軽井沢バス事故から4年 安全対策はどこまで

軽井沢バス事故から4年 安全対策はどこまで
長野県軽井沢町で大学生など15人が死亡したスキーツアーのバス事故から15日で4年になります。事故現場にはバスを運行していた会社の社長などが訪れ、花を手向けました。
平成28年1月15日の未明、長野県軽井沢町でスキーツアーのバスがセンターラインを越えて道路脇に転落し、大学生など15人が死亡、26人がけがをしました。

事故から4年となる15日、事故現場の近くの慰霊碑には雪が降り積もる中、午前5時前にバスを運行していた東京の会社の高橋美作社長などが訪れて花を手向けて手を合わせました。

高橋社長は、「亡くなった皆様のご冥福を改めて心より申し上げます。ご遺族の皆様、関係者の皆様にも改めておわび申し上げます。本当に申し訳ありませんでした」と述べ、頭を下げました。

この事故では高橋社長と運行管理担当の元社員が重大な事故を起こす可能性があると予測できたのに、大型バスの運転に不慣れな運転手への指導を怠ったとして業務上過失致死傷の疑いで書類送検され、長野地方検察庁が起訴するかどうか、今も捜査を続けています。

事故を受けて、バス会社への監査体制が強化され罰則も厳しくなりましたが、監査や巡回を行う人員が足りない状態が続いています。

また、事故の遺族たちは、監査の体制だけでなく免許制度のあり方なども含めて対策をより強化するよう国への要望を続けています。

犠牲者を悼むとともに、バスの安全をどうやって確保していくのか改めて問われています。

起訴するか 今も続く捜査

バスを運行していた東京の会社「イ―エスピー」には、当日の出発前に点呼を行っていなかったことや、死亡した運転手の健康状態を記した台帳を作成していなかったことなど、運行に関わる多くの法令違反が見つかりました。
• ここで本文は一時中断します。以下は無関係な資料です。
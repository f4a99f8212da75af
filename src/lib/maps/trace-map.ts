/**
 * The two-parameter map of a model (docs/maps.md): saddle-node, Hopf and pitchfork curves in (a, b) =
 * (swept parameter, second parameter), continued from the special points of one-parameter diagrams
 * at a few values of b (and of a), codimension-two points on the curves, and the coupling-regime
 * regions they bound. Pure and synchronous; never throws on numerical trouble (the map is then
 * partial and `diagnostics` says why).
 */
import { traceDiagram } from '../atlas/trace-diagram.js';
import type { Diagnostic, Diagram, SpecialPoint } from '../atlas/types.js';
import type { CompiledSystem } from '../model/compiled-system.js';
import type { CurveOptions } from '../numerics/continue-curve.js';
import { defaultMapSettings, type MapCurveType, type MapHooks, type MapPoint, type MapRegion, type MapSettings, type TwoParameterMap } from './map-types.js';
import { regimeRegions } from './regime-regions.js';
import { branchPointCurve, hopfCurve, saddleNodeCurve, type Traced } from './seeded-curves.js';
import type { TwoParameterSystem } from './two-parameter-system.js';

export * from './map-types.js';

const linspace = (lo: number, hi: number, k: number) => (k <= 1 ? [(lo + hi) / 2] : Array.from({ length: k }, (_, i) => lo + ((hi - lo) * i) / (k - 1)));

export function traceMap(sys: TwoParameterSystem, settings: Partial<MapSettings> & { secondFrom: number; secondTo: number }, hooks: MapHooks = {}): TwoParameterMap {
  const s = { ...defaultMapSettings, from: sys.sweep.from, to: sys.sweep.to, ...Object.fromEntries(Object.entries(settings).filter(([, v]) => v !== undefined)) } as Required<MapSettings>;
  const diagnostics: Diagnostic[] = [];
  const traced: Traced[] = [];
  const points: MapPoint[] = [];
  const loA = Math.min(s.from, s.to);
  const hiA = Math.max(s.from, s.to);
  const loB = Math.min(s.secondFrom, s.secondTo);
  const hiB = Math.max(s.secondFrom, s.secondTo);
  const result = (regions: MapRegion[]): TwoParameterMap => ({
    parameters: [sys.parameters[0], sys.parameters[1]],
    ranges: { first: [s.from, s.to], second: [s.secondFrom, s.secondTo] },
    curves: traced.map((t) => t.curve),
    points,
    regions,
    diagnostics,
    settings: { ...s },
  });
  const bad = checkSettings(s);
  if (bad) {
    diagnostics.push({ level: 'error', code: 'invalid-settings', message: bad });
    return result([]);
  }
  let cancelled = false;
  const isCancelled = () => (cancelled ||= Boolean(hooks.isCancelled?.()));

  // 1. One-parameter diagrams at the seed values (and at the region rows: the same diagrams are reused).
  const rows = s.regionRows > 0 && s.regionColumns > 0 ? linspace(loB, hiB, s.regionRows) : [];
  const seedValues = [...new Set([...linspace(loB, hiB, s.seeds), ...rows, ...(sys.secondValue >= loB && sys.secondValue <= hiB ? [sys.secondValue] : [])])].sort((x, y) => x - y);
  const diagrams = new Map<number, { system: CompiledSystem; diagram: Diagram }>();
  seedValues.forEach((b, i) => {
    if (isCancelled()) return;
    hooks.onProgress?.((0.4 * i) / seedValues.length, `one-parameter diagram at ${sys.parameters[1]} = ${b}`);
    const system = sys.atSecond(b, { from: s.from, to: s.to });
    const diagram = traceDiagram(system, {}, { isCancelled });
    for (const d of diagram.diagnostics) if (d.level !== 'info') diagnostics.push({ ...d, message: `${sys.parameters[1]} = ${b}: ${d.message}` });
    diagrams.set(b, { system, diagram });
  });

  // Cross seeds: diagrams in the second parameter at a few values of the first.
  const crossValues = s.crossSeeds > 0 ? linspace(loA, hiA, s.crossSeeds) : [];
  const crossDiagrams: { a: number; diagram: Diagram }[] = [];
  crossValues.forEach((a, i) => {
    if (isCancelled()) return;
    hooks.onProgress?.(0.3 + (0.1 * i) / crossValues.length, `one-parameter diagram in ${sys.parameters[1]} at ${sys.parameters[0]} = ${a}`);
    // The engine starts its branches at `from`; with no equilibrium there, sweep the other way.
    // Cross seeds only add seeds, so their trouble is reported as info.
    let diagram: Diagram | null = null;
    for (const [from, to] of [[s.secondFrom, s.secondTo], [s.secondTo, s.secondFrom]]) {
      try {
        diagram = traceDiagram(sys.atFirst(a, { from, to }), {}, { isCancelled });
      } catch (e) {
        diagram = null;
        diagnostics.push({ level: 'info', code: 'cross-seed-failed', message: `${sys.parameters[0]} = ${a}: no diagram in ${sys.parameters[1]} (${e instanceof Error ? e.message : String(e)})` });
        break;
      }
      if (diagram.branches.length > 0) break;
    }
    if (!diagram) return;
    for (const d of diagram.diagnostics) if (d.level !== 'info') diagnostics.push({ ...d, level: 'info', message: `${sys.parameters[0]} = ${a} (seed diagram in ${sys.parameters[1]}): ${d.message}` });
    crossDiagrams.push({ a, diagram });
  });
  // Every seed as (special point at first = sp.p, second = b), and which parameter its diagram swept.
  const seedList: { sp: SpecialPoint; b: number; swept: 'first' | 'second' }[] = [];
  for (const [b, { diagram }] of diagrams) for (const sp of diagram.bifurcations) seedList.push({ sp, b, swept: 'first' });
  for (const { a, diagram } of crossDiagrams) for (const sp of diagram.bifurcations) seedList.push({ sp: { ...sp, p: a }, b: sp.p, swept: 'second' });

  // 2. Curves from every saddle-node and branch point of those diagrams.
  const width = Math.max(hiA - loA, hiB - loB);
  let scale = width;
  for (const { diagram } of diagrams.values()) for (const bp of diagram.bifurcations) for (const v of bp.x) scale = Math.max(scale, 1 + Math.abs(v));
  const o: CurveOptions = {
    lo: [loA, loB],
    hi: [hiA, hiB],
    initialStep: s.initialStep * scale,
    minStep: s.minStep * scale,
    maxStep: s.maxStep * scale,
    maxParameterStep: [s.maxParameterStep * (hiA - loA), s.maxParameterStep * (hiB - loB)],
    maxTurn: s.maxTurn,
    maxPoints: Math.max(2, Math.floor(s.maxPointsPerCurve / 2)),
    stateBound: s.stateBound,
    residualTolerance: s.residualTolerance,
    stepTolerance: s.stepTolerance,
    maxCorrectorIterations: s.maxCorrectorIterations,
  };
  let noSymmetry = 0;
  {
    for (const [k, { sp, b, swept }] of seedList.entries()) {
      if (isCancelled()) break;
      hooks.onProgress?.(0.4 + (0.4 * k) / seedList.length, 'continuing curves');
      const type: MapCurveType | null = sp.type === 'saddle-node' ? 'saddle-node' : sp.type === 'hopf' ? 'hopf' : sp.type === 'pitchfork' || sp.type === 'transcritical' ? 'pitchfork' : null;
      if (type === null) continue;
      if (onTraced(traced, type, sp.x, sp.p, b)) continue;
      if (traced.length >= s.maxCurves) {
        diagnostics.push({ level: 'warning', code: 'curve-cap', message: `stopped at ${s.maxCurves} curves (maxCurves); special points of the seed diagrams were left out` });
        break;
      }
      const t = type === 'saddle-node' ? saddleNodeCurve(sys, sp, b, swept, o, traced.length, diagnostics, isCancelled)
        : type === 'hopf' ? hopfCurve(sys, sp, b, swept, o, traced.length, diagnostics, isCancelled)
          : branchPointCurve(sys, sp, b, swept, o, traced.length, diagnostics, isCancelled);
      if (t === 'no-symmetry') noSymmetry++;
      else if (t) {
        traced.push(t.traced);
        for (const c of t.found) addPoint(points, c);
      }
    }
  }
  // A saddle-node curve through a point found on a pitchfork curve is listed with it.
  for (const q of points) {
    if (q.type !== 'saddle-node-meets-pitchfork') continue;
    for (const t of traced) {
      if (t.curve.type === 'saddle-node' && !q.curves.includes(t.curve.id) && onTraced([t], 'saddle-node', q.x, q.p[0], q.p[1])) q.curves.push(t.curve.id);
    }
  }
  // A cusp at the same place as a Bogdanov-Takens point is not a cusp: at a double zero the cusp test
  // p.B(v,v)/2 and the test p.v can vanish together (e.g. a triangular Jacobian, where both carry the
  // same factor); a2 = (p.B/2)/(p.v) is then 0/0. The cusp is dropped and the point says so.
  for (let i = points.length - 1; i >= 0; i--) {
    const q = points[i];
    if (q.type !== 'cusp') continue;
    const bt = points.find((o) => o.type === 'bogdanov-takens' && Math.max(Math.abs(o.p[0] - q.p[0]), Math.abs(o.p[1] - q.p[1])) < 1e-6 * (1 + Math.abs(q.p[0]) + Math.abs(q.p[1])) && o.x.every((v, k) => Math.abs(v - q.x[k]) < 1e-5));
    if (!bt) continue;
    (bt.evidence as Record<string, unknown>).cuspTestAlsoVanishes = q.evidence;
    points.splice(i, 1);
  }
  // A saddle-node curve of asymmetric states that ends on a pitchfork curve passes, as one curve in
  // (x, a, b), through the symmetric state at the degenerate pitchfork, where its fold system is
  // singular: the step across it can flip the null vector and fake a cusp (its location then does not
  // converge). Such a cusp within 1e-3 (1 + |p|) of a degenerate pitchfork is dropped and its curve
  // listed with the degenerate pitchfork.
  for (let i = points.length - 1; i >= 0; i--) {
    const q = points[i];
    if (q.type !== 'cusp' || q.evidence.converged !== false) continue;
    const dpf = points.find((o) => o.type === 'degenerate-pitchfork' && Math.max(Math.abs(o.p[0] - q.p[0]), Math.abs(o.p[1] - q.p[1])) < 1e-3 * (1 + Math.abs(q.p[0]) + Math.abs(q.p[1])));
    if (!dpf) continue;
    for (const id of q.curves) if (!dpf.curves.includes(id)) dpf.curves.push(id);
    points.splice(i, 1);
    const stale = diagnostics.findIndex((d) => d.code === 'locate-not-converged' && q.curves.some((id) => d.message.startsWith(`curve ${id}:`)));
    if (stale >= 0) diagnostics.splice(stale, 1);
  }
  // A double zero eigenvalue with no Hopf curve ending there: the generic Bogdanov-Takens unfolding
  // (Kuznetsov §8.4) has one; without it the point may be degenerate (e.g. two folds of a one-way
  // chain, whose triangular Jacobian has only real eigenvalues) or its Hopf curve was not seeded.
  for (const q of points) {
    if (q.type !== 'bogdanov-takens') continue;
    const hopf = q.curves.some((id) => traced.find((t) => t.curve.id === id)?.curve.type === 'hopf');
    if (!hopf) q.note = 'double zero eigenvalue, but no Hopf curve of this map ends here: either degenerate (e.g. a triangular Jacobian with real eigenvalues only) or the Hopf curve was not seeded';
  }
  if (noSymmetry > 0) {
    diagnostics.push({ level: 'info', code: 'branch-point-not-continued', message: `${noSymmetry} branch point(s) of the seed diagrams were not continued: no permutation symmetry of the variables explains them (only symmetry-breaking pitchforks are continued as curves)` });
  }
  if (cancelled) diagnostics.push({ level: 'warning', code: 'cancelled', message: 'the map was cancelled; curves and regions are partial' });

  // 3. Regions.
  hooks.onProgress?.(0.8, 'regime regions');
  const regions = cancelled || rows.length === 0 ? [] : regimeRegions(diagrams, rows, linspace(loA, hiA, s.regionColumns), traced.map((t) => t.curve), diagnostics, isCancelled);
  hooks.onProgress?.(1, 'done');
  return result(regions);
}

function checkSettings(s: Required<MapSettings>): string | null {
  if (!Number.isFinite(s.from) || !Number.isFinite(s.to) || s.from === s.to) return `from/to: expected two different finite numbers (got ${s.from}, ${s.to})`;
  if (!Number.isFinite(s.secondFrom) || !Number.isFinite(s.secondTo) || s.secondFrom === s.secondTo) return `secondFrom/secondTo: expected two different finite numbers (got ${s.secondFrom}, ${s.secondTo})`;
  if (!Number.isInteger(s.crossSeeds) || s.crossSeeds < 0 || s.crossSeeds > 100) return 'crossSeeds: expected an integer from 0 to 100';
  for (const key of ['seeds', 'maxPointsPerCurve', 'maxCurves'] as const) if (!Number.isInteger(s[key]) || s[key] < 1 || s[key] > 100_000) return `${key}: expected an integer from 1 to 100000`;
  for (const key of ['regionColumns', 'regionRows'] as const) if (!Number.isInteger(s[key]) || s[key] < 0 || s[key] > 200) return `${key}: expected an integer from 0 to 200`;
  return null;
}

/** Is (x, a, b) within 1e-6 (1 + |y|) + 0.05 |segment| of a traced curve of this type (state and parameters)? */
function onTraced(traced: readonly Traced[], type: MapCurveType, x: readonly number[], a: number, b: number): boolean {
  const q = [...x, a, b];
  let size = 0;
  for (const v of q) size = Math.max(size, Math.abs(v));
  for (const t of traced) {
    if (t.curve.type !== type) continue;
    const pts = t.curve.points;
    for (let i = 0; i + 1 < pts.length; i++) {
      const u = [...pts[i].x, ...pts[i].p];
      const w = [...pts[i + 1].x, ...pts[i + 1].p];
      let uw = 0;
      let uq = 0;
      for (let k = 0; k < q.length; k++) {
        uw += (w[k] - u[k]) ** 2;
        uq += (q[k] - u[k]) * (w[k] - u[k]);
      }
      const lam = uw > 0 ? Math.min(1, Math.max(0, uq / uw)) : 0;
      let d2 = 0;
      for (let k = 0; k < q.length; k++) d2 += (q[k] - u[k] - lam * (w[k] - u[k])) ** 2;
      if (Math.sqrt(d2) <= 1e-6 * (1 + size) + 0.05 * Math.sqrt(uw)) return true;
    }
  }
  return false;
}

/** Add a codimension-two point, or merge it into one of the same type at the same place (|Δp| < 1e-6 (1 + |p|), |Δx| < 1e-5). */
function addPoint(points: MapPoint[], c: Omit<MapPoint, 'id'>): void {
  const same = points.find((q) => q.type === c.type
    && Math.max(Math.abs(q.p[0] - c.p[0]), Math.abs(q.p[1] - c.p[1])) < 1e-6 * (1 + Math.abs(c.p[0]) + Math.abs(c.p[1]))
    && q.x.every((v, i) => Math.abs(v - c.x[i]) < 1e-5));
  if (same) {
    for (const id of c.curves) if (!same.curves.includes(id)) same.curves.push(id);
    const ev = same.evidence as Record<string, unknown>;
    const also = (ev.alsoOn as unknown[] | undefined) ?? [];
    ev.alsoOn = [...also, { curves: c.curves, ...c.evidence }];
    return;
  }
  const prefix = c.type === 'cusp' ? 'cusp' : c.type === 'bogdanov-takens' ? 'bt' : c.type === 'degenerate-pitchfork' ? 'dpf' : 'snp';
  points.push({ id: `${prefix}${points.filter((q) => q.type === c.type).length + 1}`, ...c });
}
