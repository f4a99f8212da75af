/**
 * A one-parameter slice of a map (docs/maps.md §4): where its saddle-node curves cross a given value
 * of the second parameter. Each crossing of a curve segment is interpolated linearly and then solved
 * exactly: Newton on the fold system (saddle-node-curve.ts) with the second parameter fixed by the
 * border e_b, so the slice points are saddle-nodes of the one-parameter system at that value to the
 * corrector tolerance, not interpolated points.
 */
import { Matrix, SingularValueDecomposition } from 'ml-matrix';
import { correctExtended } from '../numerics/extended-system.js';
import { SaddleNodeSystem } from './saddle-node-curve.js';
import type { TwoParameterSystem } from './two-parameter-system.js';
import type { MapCurve } from './trace-map.js';

export interface SlicePoint {
  readonly curve: string;
  readonly p: number;
  readonly x: number[];
  readonly converged: boolean;
}

export function saddleNodesAt(sys: TwoParameterSystem, curves: readonly MapCurve[], b: number): SlicePoint[] {
  const n = sys.dimension;
  const out: SlicePoint[] = [];
  for (const curve of curves) {
    if (curve.type !== 'saddle-node') continue;
    const pts = curve.points;
    for (let i = 0; i + 1 < pts.length; i++) {
      const b0 = pts[i].p[1];
      const b1 = pts[i + 1].p[1];
      // Half-open test so a crossing exactly at a curve point is counted once.
      if (!((b0 <= b && b < b1) || (b1 <= b && b < b0) || (i + 2 === pts.length && b1 === b && b0 !== b))) continue;
      const w = b1 === b0 ? 0 : (b - b0) / (b1 - b0);
      const x = Float64Array.from(pts[i].x, (v, k) => v + w * (pts[i + 1].x[k] - v));
      const a = pts[i].p[0] + w * (pts[i + 1].p[0] - pts[i].p[0]);
      const j = sys.jacobian(x, a, b, new Float64Array(n * n));
      const svd = new SingularValueDecomposition(Matrix.from1DArray(n, n, j), { computeLeftSingularVectors: false });
      let imin = 0;
      for (let k = 1; k < n; k++) if (svd.diagonal[k] < svd.diagonal[imin]) imin = k;
      const v = Float64Array.from({ length: n }, (_, r) => svd.rightSingularVectors.get(r, imin));
      const ext = new SaddleNodeSystem(sys, v);
      const y = new Float64Array(2 * n + 2);
      y.set(x, 0);
      y.set(v, n);
      y[2 * n] = a;
      y[2 * n + 1] = b;
      const e = new Float64Array(2 * n + 2);
      e[2 * n + 1] = 1;
      const r = correctExtended(ext, y, e, b, { residualTolerance: 1e-13, stepTolerance: 1e-13, maxIterations: 30, earlyStepTolerance: 1e-13 });
      out.push({ curve: curve.id, p: r.y[2 * n], x: Array.from(r.y.subarray(0, n)), converged: r.converged || r.residual < 1e-12 });
    }
  }
  return out;
}
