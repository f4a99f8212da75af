/**
 * Location of a test function's zero between two consecutive points of a curve (docs/maps.md §4).
 */
import { dot } from '../numerics/vector.js';
import { correctExtended, type ExtendedSystem } from '../numerics/extended-system.js';

export interface Located {
  readonly y: Float64Array;
  readonly value: number;
  readonly converged: boolean;
}

/**
 * Zero of a test function between two consecutive curve points ya, yb (values fa, fb of opposite
 * sign): the Illinois variant of regula falsi (Dahlquist & Björck, Numerical Methods, §6.2) on the
 * chord parameter u in [0, 1]; the trial point solves the extended system with
 * d . (y - (ya + u (yb - ya))) = 0, d the unit chord (residual 1e-12). Stops when the bracket is
 * shorter than 1e-13 (1 + |y|) along the chord or the value is exactly 0; cap 100 iterations.
 */
export function locateOnChord(ext: ExtendedSystem, ya: Float64Array, yb: Float64Array, fa: number, fb: number, test: (y: Float64Array) => number): Located | null {
  const N = ya.length;
  const chord = new Float64Array(N);
  let len = 0;
  for (let k = 0; k < N; k++) {
    chord[k] = yb[k] - ya[k];
    len += chord[k] ** 2;
  }
  len = Math.sqrt(len);
  if (!(len > 0)) return null;
  for (let k = 0; k < N; k++) chord[k] /= len;
  let size = 1;
  for (let k = 0; k < N; k++) size = Math.max(size, 1 + Math.abs(ya[k]));
  let lo = 0;
  let hi = 1;
  let flo = fa;
  let fhi = fb;
  let side = 0;
  let best: Located | null = null;
  for (let it = 0; it < 100; it++) {
    const u = (lo * fhi - hi * flo) / (fhi - flo);
    const g = new Float64Array(N);
    for (let k = 0; k < N; k++) g[k] = ya[k] + u * (yb[k] - ya[k]);
    const r = correctExtended(ext, g, chord, dot(chord, g), { residualTolerance: 1e-12, stepTolerance: 1e-13, maxIterations: 20, earlyStepTolerance: 1e-13, maxDisplacement: len });
    if (!r.converged && !(r.residual < 1e-11)) break;
    const value = test(r.y);
    if (!Number.isFinite(value)) break;
    best = { y: r.y, value, converged: false };
    if (value === 0 || (hi - lo) * len < 1e-13 * size) return { ...best, converged: true };
    if (Math.sign(value) === Math.sign(flo)) {
      lo = u;
      flo = value;
      if (side === -1) fhi /= 2;
      side = -1;
    } else {
      hi = u;
      fhi = value;
      if (side === 1) flo /= 2;
      side = 1;
    }
  }
  return best;
}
警察は捜査の結果、3年前の6月、「イ―エスピー」の高橋美作社長(58)と運行管理担当だった荒井強元社員(51)が、重大な事故を起こす可能性を予測できたのに運転手への指導を怠ったとして、業務上過失致死傷の疑いで書類送検しました。

そして検察が事故から4年がたつ今も捜査を続けています。

一部の遺族は、再発防止のために責任の所在を明確にする必要があるとして、社長と元社員を起訴するよう求めています。

バスの安全対策進むも指導員は不足

軽井沢町のバス事故を受けて国土交通省はバスの安全対策を進めてきました。

この中ではバス会社への監査体制が強化され、貸し切りバス会社の事業許可を5年ごとに更新し、安全対策が不十分な場合には許可を取り消すほか、バスの抜き打ち監査で重大な違反が見つかった場合、運行を直ちに停止するなどの対策がとられています。

また、安全対策が不十分なバス会社の排除を進めようと、去年3月、バス会社の過去の事故や行政処分についての情報を検索できるホームページを開設し利用者が調べられるようにしています。

さらに、軽井沢町の事故では下り坂で加速したことなどが原因とみられることから速度の抑制装置を導入する事業者などに対し、来年度から費用の一部を補助することを決めています。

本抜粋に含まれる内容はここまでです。